**DATA SUPPLIED:**
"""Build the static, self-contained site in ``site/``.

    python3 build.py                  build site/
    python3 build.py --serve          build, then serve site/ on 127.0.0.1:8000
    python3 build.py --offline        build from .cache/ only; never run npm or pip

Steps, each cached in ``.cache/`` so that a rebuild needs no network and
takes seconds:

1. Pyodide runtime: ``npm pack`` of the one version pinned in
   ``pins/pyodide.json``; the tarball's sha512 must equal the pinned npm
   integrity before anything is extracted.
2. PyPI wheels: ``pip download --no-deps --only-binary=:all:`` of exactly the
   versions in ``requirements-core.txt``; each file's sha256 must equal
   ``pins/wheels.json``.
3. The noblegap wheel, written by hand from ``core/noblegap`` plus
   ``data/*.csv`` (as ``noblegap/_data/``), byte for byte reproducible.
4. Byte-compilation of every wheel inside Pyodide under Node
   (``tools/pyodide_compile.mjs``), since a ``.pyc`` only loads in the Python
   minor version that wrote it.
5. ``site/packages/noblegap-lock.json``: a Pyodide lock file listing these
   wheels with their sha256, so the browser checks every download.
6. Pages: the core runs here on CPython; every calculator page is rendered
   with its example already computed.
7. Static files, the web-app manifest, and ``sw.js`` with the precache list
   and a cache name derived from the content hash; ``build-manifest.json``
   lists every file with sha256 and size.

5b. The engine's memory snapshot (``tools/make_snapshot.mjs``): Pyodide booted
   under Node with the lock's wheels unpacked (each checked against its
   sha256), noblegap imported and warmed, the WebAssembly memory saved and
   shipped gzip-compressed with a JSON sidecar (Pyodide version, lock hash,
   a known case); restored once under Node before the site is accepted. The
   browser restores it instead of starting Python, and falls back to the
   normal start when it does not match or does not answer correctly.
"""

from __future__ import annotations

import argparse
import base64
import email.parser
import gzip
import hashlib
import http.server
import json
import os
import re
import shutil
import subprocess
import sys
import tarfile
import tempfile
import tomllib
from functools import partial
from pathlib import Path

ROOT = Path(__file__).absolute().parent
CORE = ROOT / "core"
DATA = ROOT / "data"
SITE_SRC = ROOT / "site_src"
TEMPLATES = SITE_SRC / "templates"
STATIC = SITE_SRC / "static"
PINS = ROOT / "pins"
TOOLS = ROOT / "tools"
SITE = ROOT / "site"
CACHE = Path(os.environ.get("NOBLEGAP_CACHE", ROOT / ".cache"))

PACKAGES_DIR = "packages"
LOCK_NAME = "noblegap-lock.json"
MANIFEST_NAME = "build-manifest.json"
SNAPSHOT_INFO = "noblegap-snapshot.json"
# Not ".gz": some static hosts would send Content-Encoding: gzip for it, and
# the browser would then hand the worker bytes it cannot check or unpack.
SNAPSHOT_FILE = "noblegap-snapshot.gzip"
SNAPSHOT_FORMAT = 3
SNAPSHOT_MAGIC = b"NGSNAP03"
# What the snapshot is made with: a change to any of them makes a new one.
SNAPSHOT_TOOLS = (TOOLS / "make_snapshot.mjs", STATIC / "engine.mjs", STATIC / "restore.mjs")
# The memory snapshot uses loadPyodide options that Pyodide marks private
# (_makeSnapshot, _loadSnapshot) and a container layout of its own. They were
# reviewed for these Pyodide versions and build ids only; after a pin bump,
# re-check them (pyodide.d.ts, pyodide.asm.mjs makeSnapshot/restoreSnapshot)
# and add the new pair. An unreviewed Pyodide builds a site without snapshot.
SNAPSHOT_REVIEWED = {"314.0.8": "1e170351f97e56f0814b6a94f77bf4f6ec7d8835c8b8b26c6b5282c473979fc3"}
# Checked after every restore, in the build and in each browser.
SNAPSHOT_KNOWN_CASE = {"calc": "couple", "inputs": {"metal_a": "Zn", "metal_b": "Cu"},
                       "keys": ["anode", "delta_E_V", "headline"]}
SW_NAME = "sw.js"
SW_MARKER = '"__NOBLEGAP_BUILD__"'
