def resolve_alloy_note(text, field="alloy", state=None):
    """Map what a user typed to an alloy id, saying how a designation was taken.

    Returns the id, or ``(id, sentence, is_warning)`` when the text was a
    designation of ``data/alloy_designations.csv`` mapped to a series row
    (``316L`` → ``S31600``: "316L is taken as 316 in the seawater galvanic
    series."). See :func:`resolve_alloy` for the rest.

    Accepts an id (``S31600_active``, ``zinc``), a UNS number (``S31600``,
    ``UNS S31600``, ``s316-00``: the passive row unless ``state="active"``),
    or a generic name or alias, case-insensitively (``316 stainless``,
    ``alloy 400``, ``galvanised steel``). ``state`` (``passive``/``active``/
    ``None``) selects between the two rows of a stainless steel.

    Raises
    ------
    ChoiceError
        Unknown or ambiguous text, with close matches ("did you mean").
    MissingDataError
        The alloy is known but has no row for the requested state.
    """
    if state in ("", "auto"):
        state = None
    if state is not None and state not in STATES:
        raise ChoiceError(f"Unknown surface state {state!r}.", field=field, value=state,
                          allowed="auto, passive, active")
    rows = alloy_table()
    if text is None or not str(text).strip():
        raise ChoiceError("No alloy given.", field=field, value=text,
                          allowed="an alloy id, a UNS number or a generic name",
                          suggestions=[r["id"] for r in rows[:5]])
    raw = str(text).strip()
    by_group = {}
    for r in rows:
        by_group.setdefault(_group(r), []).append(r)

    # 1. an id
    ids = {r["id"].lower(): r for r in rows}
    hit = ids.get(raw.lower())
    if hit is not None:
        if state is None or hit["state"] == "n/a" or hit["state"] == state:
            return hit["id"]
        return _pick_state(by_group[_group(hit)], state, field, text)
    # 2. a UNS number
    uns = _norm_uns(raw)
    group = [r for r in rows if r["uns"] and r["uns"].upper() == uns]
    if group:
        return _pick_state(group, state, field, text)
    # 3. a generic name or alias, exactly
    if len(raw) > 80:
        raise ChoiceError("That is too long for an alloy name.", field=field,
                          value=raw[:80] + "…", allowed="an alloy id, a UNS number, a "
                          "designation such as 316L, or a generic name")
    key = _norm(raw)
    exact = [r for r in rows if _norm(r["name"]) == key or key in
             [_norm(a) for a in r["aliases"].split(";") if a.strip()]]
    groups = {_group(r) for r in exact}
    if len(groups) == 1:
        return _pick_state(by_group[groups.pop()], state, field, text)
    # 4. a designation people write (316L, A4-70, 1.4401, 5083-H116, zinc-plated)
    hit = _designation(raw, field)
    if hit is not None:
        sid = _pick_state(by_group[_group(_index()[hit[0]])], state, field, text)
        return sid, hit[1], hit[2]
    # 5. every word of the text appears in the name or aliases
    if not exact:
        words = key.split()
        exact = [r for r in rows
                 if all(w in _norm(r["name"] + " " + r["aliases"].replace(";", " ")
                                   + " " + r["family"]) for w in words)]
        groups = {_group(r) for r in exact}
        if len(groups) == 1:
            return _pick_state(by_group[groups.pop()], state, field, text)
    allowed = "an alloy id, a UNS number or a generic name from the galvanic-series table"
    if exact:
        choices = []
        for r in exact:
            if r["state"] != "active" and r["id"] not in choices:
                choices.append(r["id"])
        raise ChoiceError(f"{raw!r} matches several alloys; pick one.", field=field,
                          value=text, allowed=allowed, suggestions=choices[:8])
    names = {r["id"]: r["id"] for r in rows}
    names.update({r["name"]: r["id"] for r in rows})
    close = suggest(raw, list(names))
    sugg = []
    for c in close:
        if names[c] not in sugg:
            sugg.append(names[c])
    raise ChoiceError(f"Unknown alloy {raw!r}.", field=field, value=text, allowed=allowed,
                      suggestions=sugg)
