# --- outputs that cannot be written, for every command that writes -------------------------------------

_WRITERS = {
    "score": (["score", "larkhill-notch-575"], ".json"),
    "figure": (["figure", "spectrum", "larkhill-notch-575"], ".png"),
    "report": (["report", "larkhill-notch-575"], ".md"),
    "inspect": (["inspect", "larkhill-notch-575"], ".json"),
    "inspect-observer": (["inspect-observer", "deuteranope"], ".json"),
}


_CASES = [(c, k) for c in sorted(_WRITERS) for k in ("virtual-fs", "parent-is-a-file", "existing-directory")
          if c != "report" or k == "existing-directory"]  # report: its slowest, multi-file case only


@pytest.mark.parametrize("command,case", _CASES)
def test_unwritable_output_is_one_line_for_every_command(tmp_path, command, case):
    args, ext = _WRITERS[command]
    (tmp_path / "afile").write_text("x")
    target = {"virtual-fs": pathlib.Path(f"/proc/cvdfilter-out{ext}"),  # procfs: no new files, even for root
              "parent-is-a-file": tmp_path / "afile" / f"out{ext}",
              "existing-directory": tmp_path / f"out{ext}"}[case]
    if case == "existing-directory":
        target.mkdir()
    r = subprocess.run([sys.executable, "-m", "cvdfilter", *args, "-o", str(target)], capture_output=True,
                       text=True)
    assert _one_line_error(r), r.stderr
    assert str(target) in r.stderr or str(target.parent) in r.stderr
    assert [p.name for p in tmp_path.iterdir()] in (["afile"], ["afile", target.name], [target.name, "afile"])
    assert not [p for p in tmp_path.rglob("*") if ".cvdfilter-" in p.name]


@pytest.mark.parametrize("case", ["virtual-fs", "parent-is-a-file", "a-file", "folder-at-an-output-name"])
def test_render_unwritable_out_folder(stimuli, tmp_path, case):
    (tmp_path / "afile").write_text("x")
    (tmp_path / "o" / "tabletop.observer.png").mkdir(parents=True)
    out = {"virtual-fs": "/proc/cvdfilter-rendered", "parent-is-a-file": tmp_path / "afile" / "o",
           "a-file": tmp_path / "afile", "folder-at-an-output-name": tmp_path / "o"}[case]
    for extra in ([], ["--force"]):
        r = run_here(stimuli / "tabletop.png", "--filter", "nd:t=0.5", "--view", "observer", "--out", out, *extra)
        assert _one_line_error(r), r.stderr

...

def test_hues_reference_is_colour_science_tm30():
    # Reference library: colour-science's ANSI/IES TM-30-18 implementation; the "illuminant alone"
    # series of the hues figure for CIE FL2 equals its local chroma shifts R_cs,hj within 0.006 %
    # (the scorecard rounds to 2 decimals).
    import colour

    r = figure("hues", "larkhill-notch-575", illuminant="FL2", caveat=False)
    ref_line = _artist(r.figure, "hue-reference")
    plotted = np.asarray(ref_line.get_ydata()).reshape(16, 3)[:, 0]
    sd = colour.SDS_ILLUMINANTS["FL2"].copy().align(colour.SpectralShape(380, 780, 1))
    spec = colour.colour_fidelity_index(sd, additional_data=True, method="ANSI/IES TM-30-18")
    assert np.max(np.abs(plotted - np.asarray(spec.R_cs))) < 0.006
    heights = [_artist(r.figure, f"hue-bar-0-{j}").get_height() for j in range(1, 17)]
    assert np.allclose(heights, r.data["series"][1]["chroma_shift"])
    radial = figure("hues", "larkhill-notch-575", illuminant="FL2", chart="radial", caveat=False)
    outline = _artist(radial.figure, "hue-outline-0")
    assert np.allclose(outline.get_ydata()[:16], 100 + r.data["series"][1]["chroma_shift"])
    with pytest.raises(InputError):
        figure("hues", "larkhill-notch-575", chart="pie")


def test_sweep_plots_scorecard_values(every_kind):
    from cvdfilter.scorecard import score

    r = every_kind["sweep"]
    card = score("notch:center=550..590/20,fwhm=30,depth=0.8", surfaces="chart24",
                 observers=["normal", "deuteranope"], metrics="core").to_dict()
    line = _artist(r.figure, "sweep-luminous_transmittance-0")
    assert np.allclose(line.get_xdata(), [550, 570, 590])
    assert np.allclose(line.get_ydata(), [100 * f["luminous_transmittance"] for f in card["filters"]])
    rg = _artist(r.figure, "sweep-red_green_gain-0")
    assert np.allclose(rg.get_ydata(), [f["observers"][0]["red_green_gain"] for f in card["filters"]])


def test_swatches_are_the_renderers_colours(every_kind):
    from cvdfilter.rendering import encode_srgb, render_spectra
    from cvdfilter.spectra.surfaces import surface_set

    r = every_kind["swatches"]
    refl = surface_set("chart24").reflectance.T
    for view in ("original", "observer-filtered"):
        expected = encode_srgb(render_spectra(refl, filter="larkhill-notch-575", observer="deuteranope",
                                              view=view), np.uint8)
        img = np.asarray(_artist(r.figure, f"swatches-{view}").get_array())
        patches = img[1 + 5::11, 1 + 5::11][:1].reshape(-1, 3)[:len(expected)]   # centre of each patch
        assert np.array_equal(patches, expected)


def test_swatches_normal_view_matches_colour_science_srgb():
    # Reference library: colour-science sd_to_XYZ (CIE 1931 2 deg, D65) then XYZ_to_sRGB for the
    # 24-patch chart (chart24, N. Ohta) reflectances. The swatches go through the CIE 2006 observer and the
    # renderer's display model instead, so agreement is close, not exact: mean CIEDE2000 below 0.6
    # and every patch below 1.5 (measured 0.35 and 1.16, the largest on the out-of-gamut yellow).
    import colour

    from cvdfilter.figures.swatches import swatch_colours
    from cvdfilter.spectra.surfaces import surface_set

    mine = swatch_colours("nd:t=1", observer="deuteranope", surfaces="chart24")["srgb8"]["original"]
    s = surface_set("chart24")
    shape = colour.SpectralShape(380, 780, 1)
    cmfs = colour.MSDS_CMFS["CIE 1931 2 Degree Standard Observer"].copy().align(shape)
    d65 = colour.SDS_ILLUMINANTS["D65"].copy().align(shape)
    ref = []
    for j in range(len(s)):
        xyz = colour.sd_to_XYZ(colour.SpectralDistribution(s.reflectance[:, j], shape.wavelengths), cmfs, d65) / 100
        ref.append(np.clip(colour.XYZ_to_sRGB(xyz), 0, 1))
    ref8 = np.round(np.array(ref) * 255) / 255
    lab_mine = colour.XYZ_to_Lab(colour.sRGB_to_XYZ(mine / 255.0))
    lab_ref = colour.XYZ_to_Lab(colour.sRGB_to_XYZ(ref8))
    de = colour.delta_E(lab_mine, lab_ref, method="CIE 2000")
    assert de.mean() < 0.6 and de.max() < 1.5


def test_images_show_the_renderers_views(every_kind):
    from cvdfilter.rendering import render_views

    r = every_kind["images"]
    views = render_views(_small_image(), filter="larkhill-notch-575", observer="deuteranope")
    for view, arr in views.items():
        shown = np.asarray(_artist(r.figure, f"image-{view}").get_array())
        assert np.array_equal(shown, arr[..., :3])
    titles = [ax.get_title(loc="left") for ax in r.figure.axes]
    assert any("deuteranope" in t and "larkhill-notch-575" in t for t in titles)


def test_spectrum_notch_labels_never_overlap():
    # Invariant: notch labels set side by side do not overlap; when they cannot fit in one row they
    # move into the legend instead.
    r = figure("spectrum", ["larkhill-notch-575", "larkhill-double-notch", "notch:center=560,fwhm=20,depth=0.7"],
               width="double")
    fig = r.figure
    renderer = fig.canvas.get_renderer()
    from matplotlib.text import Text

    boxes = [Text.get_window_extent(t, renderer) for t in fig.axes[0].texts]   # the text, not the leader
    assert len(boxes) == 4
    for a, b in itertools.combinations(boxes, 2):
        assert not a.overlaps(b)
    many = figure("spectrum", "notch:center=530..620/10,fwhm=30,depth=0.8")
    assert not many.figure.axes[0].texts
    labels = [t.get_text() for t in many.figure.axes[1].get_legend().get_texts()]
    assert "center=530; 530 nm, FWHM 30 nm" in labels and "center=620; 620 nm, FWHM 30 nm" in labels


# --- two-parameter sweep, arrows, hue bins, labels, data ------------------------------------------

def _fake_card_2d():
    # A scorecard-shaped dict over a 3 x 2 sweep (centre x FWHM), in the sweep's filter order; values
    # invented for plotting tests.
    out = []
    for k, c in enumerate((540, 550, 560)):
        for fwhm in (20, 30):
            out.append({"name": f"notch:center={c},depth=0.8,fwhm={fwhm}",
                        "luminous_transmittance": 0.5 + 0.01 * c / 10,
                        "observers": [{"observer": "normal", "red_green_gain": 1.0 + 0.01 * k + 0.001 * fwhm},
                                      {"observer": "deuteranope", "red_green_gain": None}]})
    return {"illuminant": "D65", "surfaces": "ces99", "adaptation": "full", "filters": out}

...

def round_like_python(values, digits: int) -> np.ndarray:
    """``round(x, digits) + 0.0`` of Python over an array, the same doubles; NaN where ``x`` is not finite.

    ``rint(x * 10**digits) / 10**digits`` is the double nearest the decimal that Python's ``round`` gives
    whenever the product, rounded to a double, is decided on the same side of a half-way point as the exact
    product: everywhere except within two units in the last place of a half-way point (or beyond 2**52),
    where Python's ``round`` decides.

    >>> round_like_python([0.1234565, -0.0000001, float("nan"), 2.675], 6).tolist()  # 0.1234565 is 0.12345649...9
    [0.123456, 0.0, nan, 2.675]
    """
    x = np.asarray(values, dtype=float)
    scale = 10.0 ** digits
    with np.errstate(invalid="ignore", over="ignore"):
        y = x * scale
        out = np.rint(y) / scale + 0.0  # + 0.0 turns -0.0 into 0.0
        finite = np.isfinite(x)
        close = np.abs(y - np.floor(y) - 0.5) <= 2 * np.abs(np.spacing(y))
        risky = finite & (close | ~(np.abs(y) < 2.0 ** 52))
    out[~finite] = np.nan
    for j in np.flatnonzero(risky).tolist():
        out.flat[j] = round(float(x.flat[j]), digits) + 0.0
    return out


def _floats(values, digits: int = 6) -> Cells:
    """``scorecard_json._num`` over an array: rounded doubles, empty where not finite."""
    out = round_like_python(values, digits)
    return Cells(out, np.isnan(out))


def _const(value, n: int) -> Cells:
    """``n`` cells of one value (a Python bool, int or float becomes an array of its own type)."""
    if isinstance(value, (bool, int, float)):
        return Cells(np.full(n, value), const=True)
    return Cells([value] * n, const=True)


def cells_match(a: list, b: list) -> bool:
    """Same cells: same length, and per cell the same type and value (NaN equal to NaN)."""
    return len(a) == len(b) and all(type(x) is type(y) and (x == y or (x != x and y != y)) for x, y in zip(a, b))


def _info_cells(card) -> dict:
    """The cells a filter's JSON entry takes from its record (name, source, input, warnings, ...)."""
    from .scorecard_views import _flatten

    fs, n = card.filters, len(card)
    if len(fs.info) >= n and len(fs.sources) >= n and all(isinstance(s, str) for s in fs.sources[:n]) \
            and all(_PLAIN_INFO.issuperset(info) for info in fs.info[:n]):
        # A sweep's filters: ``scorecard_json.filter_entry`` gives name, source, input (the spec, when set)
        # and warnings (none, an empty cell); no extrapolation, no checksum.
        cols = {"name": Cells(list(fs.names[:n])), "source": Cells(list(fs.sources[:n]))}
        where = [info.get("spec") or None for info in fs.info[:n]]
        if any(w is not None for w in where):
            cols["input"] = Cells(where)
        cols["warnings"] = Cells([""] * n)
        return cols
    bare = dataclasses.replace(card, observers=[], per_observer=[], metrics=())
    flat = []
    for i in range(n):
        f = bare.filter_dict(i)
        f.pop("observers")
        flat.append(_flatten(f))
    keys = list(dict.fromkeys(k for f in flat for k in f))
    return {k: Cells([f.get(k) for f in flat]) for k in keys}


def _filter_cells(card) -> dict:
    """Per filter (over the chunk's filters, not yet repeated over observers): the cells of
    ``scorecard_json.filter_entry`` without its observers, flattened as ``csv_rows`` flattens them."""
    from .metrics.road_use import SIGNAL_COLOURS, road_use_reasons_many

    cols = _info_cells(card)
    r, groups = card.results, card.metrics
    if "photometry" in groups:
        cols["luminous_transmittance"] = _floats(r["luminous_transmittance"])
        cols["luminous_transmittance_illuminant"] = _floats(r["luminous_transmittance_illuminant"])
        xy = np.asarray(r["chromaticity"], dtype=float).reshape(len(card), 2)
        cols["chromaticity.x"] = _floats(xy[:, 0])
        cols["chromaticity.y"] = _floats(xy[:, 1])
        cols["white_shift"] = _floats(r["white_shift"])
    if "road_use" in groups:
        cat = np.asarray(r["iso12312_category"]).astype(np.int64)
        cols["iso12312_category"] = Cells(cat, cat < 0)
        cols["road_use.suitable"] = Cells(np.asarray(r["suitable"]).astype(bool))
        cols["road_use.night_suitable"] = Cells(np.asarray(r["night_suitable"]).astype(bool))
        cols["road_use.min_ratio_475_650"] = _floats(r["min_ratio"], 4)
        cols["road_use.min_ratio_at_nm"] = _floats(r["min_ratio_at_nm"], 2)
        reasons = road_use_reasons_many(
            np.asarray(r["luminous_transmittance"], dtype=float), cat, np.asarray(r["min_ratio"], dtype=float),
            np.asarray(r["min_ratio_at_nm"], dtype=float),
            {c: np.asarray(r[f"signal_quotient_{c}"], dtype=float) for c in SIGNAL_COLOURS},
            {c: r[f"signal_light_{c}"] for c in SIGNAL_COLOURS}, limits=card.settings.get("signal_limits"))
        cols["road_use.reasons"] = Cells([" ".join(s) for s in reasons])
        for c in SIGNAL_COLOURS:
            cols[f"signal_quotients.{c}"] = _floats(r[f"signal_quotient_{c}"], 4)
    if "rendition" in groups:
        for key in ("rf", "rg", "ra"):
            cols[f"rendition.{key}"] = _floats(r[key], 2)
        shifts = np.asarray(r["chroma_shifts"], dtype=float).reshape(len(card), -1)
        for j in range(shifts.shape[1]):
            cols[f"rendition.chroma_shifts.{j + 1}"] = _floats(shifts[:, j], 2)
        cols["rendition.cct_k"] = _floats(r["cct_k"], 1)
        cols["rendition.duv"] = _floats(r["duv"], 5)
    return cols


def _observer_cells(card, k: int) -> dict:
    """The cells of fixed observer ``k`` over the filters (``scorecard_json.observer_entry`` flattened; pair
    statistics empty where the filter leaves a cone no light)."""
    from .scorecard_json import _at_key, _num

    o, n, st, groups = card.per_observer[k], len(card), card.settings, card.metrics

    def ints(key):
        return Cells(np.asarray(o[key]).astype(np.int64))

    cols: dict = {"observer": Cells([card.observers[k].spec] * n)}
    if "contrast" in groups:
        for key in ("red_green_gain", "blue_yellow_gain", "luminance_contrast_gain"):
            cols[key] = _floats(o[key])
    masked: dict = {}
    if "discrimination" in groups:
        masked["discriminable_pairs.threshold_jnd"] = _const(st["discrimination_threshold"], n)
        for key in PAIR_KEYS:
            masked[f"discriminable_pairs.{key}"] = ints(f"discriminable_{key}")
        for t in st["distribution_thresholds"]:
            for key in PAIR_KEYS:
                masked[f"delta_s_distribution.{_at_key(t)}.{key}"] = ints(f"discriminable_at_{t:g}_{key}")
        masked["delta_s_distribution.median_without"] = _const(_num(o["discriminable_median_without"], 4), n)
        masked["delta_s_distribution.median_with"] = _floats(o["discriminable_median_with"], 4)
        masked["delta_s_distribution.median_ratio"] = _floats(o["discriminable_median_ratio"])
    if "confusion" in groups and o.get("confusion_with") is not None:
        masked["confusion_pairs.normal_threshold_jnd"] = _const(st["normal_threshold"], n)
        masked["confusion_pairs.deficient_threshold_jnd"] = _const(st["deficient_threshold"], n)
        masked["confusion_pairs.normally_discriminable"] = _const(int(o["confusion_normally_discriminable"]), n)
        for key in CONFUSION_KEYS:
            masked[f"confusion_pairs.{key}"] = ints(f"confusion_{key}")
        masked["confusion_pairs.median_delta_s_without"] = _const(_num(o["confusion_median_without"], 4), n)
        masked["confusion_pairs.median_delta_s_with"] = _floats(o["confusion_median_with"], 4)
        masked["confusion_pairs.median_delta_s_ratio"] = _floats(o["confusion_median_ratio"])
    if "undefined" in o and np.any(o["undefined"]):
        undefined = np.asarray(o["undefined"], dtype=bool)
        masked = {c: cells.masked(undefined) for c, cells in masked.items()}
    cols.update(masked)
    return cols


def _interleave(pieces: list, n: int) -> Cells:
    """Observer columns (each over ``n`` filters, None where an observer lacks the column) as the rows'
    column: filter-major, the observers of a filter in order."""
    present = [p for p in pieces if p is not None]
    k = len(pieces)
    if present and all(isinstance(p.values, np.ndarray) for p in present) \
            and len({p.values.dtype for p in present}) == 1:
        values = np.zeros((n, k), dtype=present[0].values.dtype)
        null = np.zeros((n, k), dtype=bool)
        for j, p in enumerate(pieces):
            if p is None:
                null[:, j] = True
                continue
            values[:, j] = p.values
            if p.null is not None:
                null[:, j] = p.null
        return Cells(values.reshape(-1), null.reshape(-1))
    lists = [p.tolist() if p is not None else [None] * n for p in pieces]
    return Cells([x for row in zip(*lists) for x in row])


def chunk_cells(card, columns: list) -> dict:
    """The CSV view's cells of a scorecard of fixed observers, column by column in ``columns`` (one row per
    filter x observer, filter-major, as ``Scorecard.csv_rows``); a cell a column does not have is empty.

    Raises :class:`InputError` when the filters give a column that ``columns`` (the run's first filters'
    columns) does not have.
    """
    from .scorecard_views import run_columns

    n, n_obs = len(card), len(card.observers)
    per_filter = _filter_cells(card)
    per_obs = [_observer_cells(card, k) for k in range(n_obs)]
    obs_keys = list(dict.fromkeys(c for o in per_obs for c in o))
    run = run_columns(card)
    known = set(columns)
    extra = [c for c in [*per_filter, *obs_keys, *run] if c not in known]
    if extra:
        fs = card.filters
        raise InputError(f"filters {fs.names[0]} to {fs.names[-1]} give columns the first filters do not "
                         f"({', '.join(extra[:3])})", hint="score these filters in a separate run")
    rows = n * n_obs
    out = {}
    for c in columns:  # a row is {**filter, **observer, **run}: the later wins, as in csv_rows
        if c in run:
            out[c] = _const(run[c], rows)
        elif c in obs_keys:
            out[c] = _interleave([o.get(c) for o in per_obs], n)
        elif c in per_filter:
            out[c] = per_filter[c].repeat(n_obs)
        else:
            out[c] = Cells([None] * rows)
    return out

**PROBLEM STATEMENT:** Lines of the material may hold the string "args". Copy each one that does.

**SOLUTION TO THIS PROBLEM:**
    args, ext = _WRITERS[command]
    r = subprocess.run([sys.executable, "-m", "cvdfilter", *args, "-o", str(target)], capture_output=True,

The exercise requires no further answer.